Searchable abstracts of presentations at key conferences in endocrinology
Endocrine Abstracts (2008) 16 P799

1Faculty of Medicine and University Hospital Hradec Kralove, Charles University Prague, Hradec Kralove, Czech Republic; 21st Medical Faculty and General University Hospital Prague, Charles University Prague, Prague, Czech Republic.

In 162 patients with end-stage renal disease (ESRD), 112 on maintenance haemodialysis (HD) and 50 on continuous ambulatory peritoneal dialysis (CAPD), thyroid status was evaluated: thyrotropin (TSH, IRMA, normal range 0.15–5 mU/l), total thyroxine (TT4, RIA, 70–140 nmol/l), free thyroxine (FT4, RIA, 11–25 pmol/l), total triiodothyronine (TT3, RIA, 1–3 nmol/l), free thyroxine (FT3, RIA, 2.5–5.8 pmol/l); in 113 patients (63+50) also reverse T3 (RT3, RIA, 0.14–0.54 nmol/l) was assayed. None of the patients had previously been treated for or suspected of a thyroid dysfunction.

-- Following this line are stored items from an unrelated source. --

//! `vigil report`: run a plan and write a folder to open in a browser and paste from — an
//! HTML page with the figures inline, the same page as Markdown, the justification text,
//! the figures as SVG files, the CSV and JSON, and the plan itself.
//!
//! The folder is claimed before any simulation (a bad path exits 2 in the first second)
//! and appears whole or not at all (see [`crate::report::PendingFolder`]).

use super::AppError;
use super::run::{RunResults, results};
use crate::analytic::information::InformationError;
use crate::analytic::scan::{ScanOptions, scan_plan};
use crate::evaluate::{self, RunError, RunOptions};
use crate::figures::{self, Inputs};
use crate::phase::Progress;
use crate::plan::Plan;
use crate::report::report_page::{self, ReportContent};
use crate::report::{self, PendingFolder};
use std::path::PathBuf;

/// Options of `vigil report`.
#[derive(Debug, Clone, Default)]
pub struct ReportRequest {
    pub plan: PathBuf,
    /// The folder to write.
    pub out: PathBuf,
    /// Overrides the plan's number of experiments (quick looks, tests).
    pub experiments: Option<u64>,
}

/// A loaded plan with its claimed folder, ready to run.
pub struct PreparedReport {
    pub plan: Plan,
    plan_text: String,
    folder: PendingFolder,
}

impl PreparedReport {
    /// Replicates the run will simulate (for a progress bar).
    pub fn total_replicates(&self) -> u64 {
        let groups = if self.plan.animals().is_some() {
            crate::groups::total_group_replicates(&self.plan)
        } else {
            0
        };
        evaluate::total_replicates(&self.plan, RunOptions::default()) + groups
    }
}

/// Loads the plan and claims the folder: everything that can fail before the long work.
pub fn prepare(req: &ReportRequest) -> Result<PreparedReport, AppError> {
    let mut plan = Plan::load(&req.plan)?;
    if let Some(n) = req.experiments {
        plan = plan.with_experiments(n)?;
    }
    evaluate::preflight(&plan, RunOptions::default())?;
    // Plan::load read it a moment ago; a failure now is an I/O failure, not bad input.
    let plan_text =
        std::fs::read_to_string(&req.plan).map_err(|e| AppError::Internal(e.to_string()))?;
    let folder = PendingFolder::claim(&req.out).map_err(|source| AppError::OutputFolder {
        path: req.out.clone(),
        source,
    })?;
    Ok(PreparedReport {
        plan,
        plan_text,
        folder,
    })
}

/// The files of the folder besides the page, the figures and the marker: name, what it
/// holds, bytes.
type Files = Vec<(String, String, Vec<u8>)>;

/// Runs the plan, writes the folder whole and returns the terminal's closing lines.
pub fn execute(prepared: PreparedReport, progress: &Progress<'_>) -> Result<String, AppError> {
    let plan = &prepared.plan;
    let RunResults {
        summaries,
        searches,
        groups,
        uncertainty,
    } = results(plan, RunOptions::default(), progress)?;
    let scans = scan_plan(plan, ScanOptions::default()).map_err(|e| match e {
        InformationError::Model { design, source } => AppError::Run(RunError::Model {
            design,
            message: source.to_string(),
        }),
        other => AppError::Internal(other.to_string()),
    })?;
    let inputs = Inputs::new(plan, &summaries, &searches, groups.as_ref(), &scans)
        .with_uncertainty(uncertainty.as_ref());
    let svgs = figures::all(&inputs).map_err(|e| AppError::Internal(e.to_string()))?;
    let internal = |e: &dyn std::fmt::Display| AppError::Internal(e.to_string());
    let csv = report::csv_out::render(plan, &summaries).map_err(|e| internal(&e))?;
    let advice = crate::analytic::advice::RunAdvice::of(plan, &summaries);
    let json = report::json_out::render(
        plan,
        &summaries,
        &searches,
        groups.as_ref(),
        &advice,
        uncertainty.as_ref(),
    )
    .map_err(|e| internal(&e))?;
    let justification =
        report::justification::paragraphs(plan, &searches, groups.as_ref(), uncertainty.as_ref());
    let tables = report::tables::render(&report::tables::TableInputs {
        plan,
        summaries: &summaries,
        searches: &searches,
        groups: groups.as_ref(),
        uncertainty: uncertainty.as_ref(),
    })
    .map_err(|e| internal(&e))?;
    let mut others: Files = vec![
        (
            "report.md".into(),
            "this page as Markdown, for pasting into a proposal".into(),
            Vec::new(),
        ),
        (
            "justification.md".into(),
            "the justification text alone".into(),
            (justification.join("\n\n") + "\n").into_bytes(),
        ),
        (
            "results.csv".into(),
            "one row per design × trials × quantity (columns in docs/report.md)".into(),
            csv,
        ),
        (
            "results.json".into(),
            "everything, with the resolved plan, seed and version".into(),
            json,
        ),
        (
            "plan.toml".into(),
            "the plan file as run".into(),
            prepared.plan_text.clone().into_bytes(),
        ),
    ];
    others.extend(tables.into_iter().map(|(name, bytes)| {
        (
            format!("{}/{name}", report::tables::FOLDER),
            report::tables::describe(name).to_string(),
            bytes,
        )
    }));
    let listed: Vec<(String, String)> = others
        .iter()
        .map(|(name, what, _)| (name.clone(), what.clone()))
        .collect();
    let page = report_page::build(&ReportContent {
        plan,
        summaries: &summaries,
        searches: &searches,
        groups: groups.as_ref(),
        advice: &advice,
        uncertainty: uncertainty.as_ref(),
        figures: &svgs,
        files: &listed,
    });
    let mut files: Vec<(String, Vec<u8>)> = vec![
        (
            "index.html".into(),
            report::page_html::render(&page).into_bytes(),
        ),
        (
            "report.md".into(),
            report::page_markdown::render(&page).into_bytes(),
        ),
    ];
    files.extend(
        others
            .into_iter()
            .filter(|(name, _, _)| name != "report.md")
            .map(|(name, _, bytes)| (name, bytes)),
    );
    files.extend(
        svgs.iter()
            .map(|f| (report_page::figure_path(f), f.text.clone().into_bytes())),
    );
    let path = prepared.folder.target().to_path_buf();
    let names: Vec<String> = files.iter().map(|(n, _)| n.clone()).collect();
    prepared
        .folder
        .commit(&files)
        .map_err(|source| AppError::OutputFolder {
            path: path.clone(),
            source,
        })?;
    Ok(report::report_page::written(&path, &names))
}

Among HD patients, 11.6% had higher TSH, 38.4% lower TT4, 56.3% lower FT4, 21.4% lower TT3, 19.6% lower FT3, and 17.5% higher RT3 than the respective normal range. In CAPD patients, the corresponding values were 20, 8, 62, 16, 10, and 4%. There was a significant difference between HD and CAPD groups in TSH (medians 2.07 and 3.12, respectively, P<0.001, Mann–Whitney), in TT4 (77.5 and 107.3, P<0.001), in FT3 (3.17 and 3.82, P=0.019), and in RT3 (0.34 and 0.28, P=0.004). Both in HD and CAPD patients there were highly significant correlations (all P<0.001) between TT4 and FT4 (Spearman rho 0.658 and 0.674, in HD and CAPD respectively), and between TT4 and TT3 (0.355 and 0.526). Less expectedly, there were also strong correlations between TT4 and RT3 (0.605 and 0.695), and FT4 and RT3 (0.700 and 0.674).

Our data confirm the frequent deviations from normal values in ESRD patients, reflecting the complex alterations in thyroid hormone metabolism as well as assay-dependent variations. The pattern of non-thyroidal illness was more expressed in HD than in CAPD patients, including an increase in RT3, rarely observed in renal disorders. The close correlation between T4 and RT3 may theoretically reflect variations in deiodinase I activity among patients with kidney failure.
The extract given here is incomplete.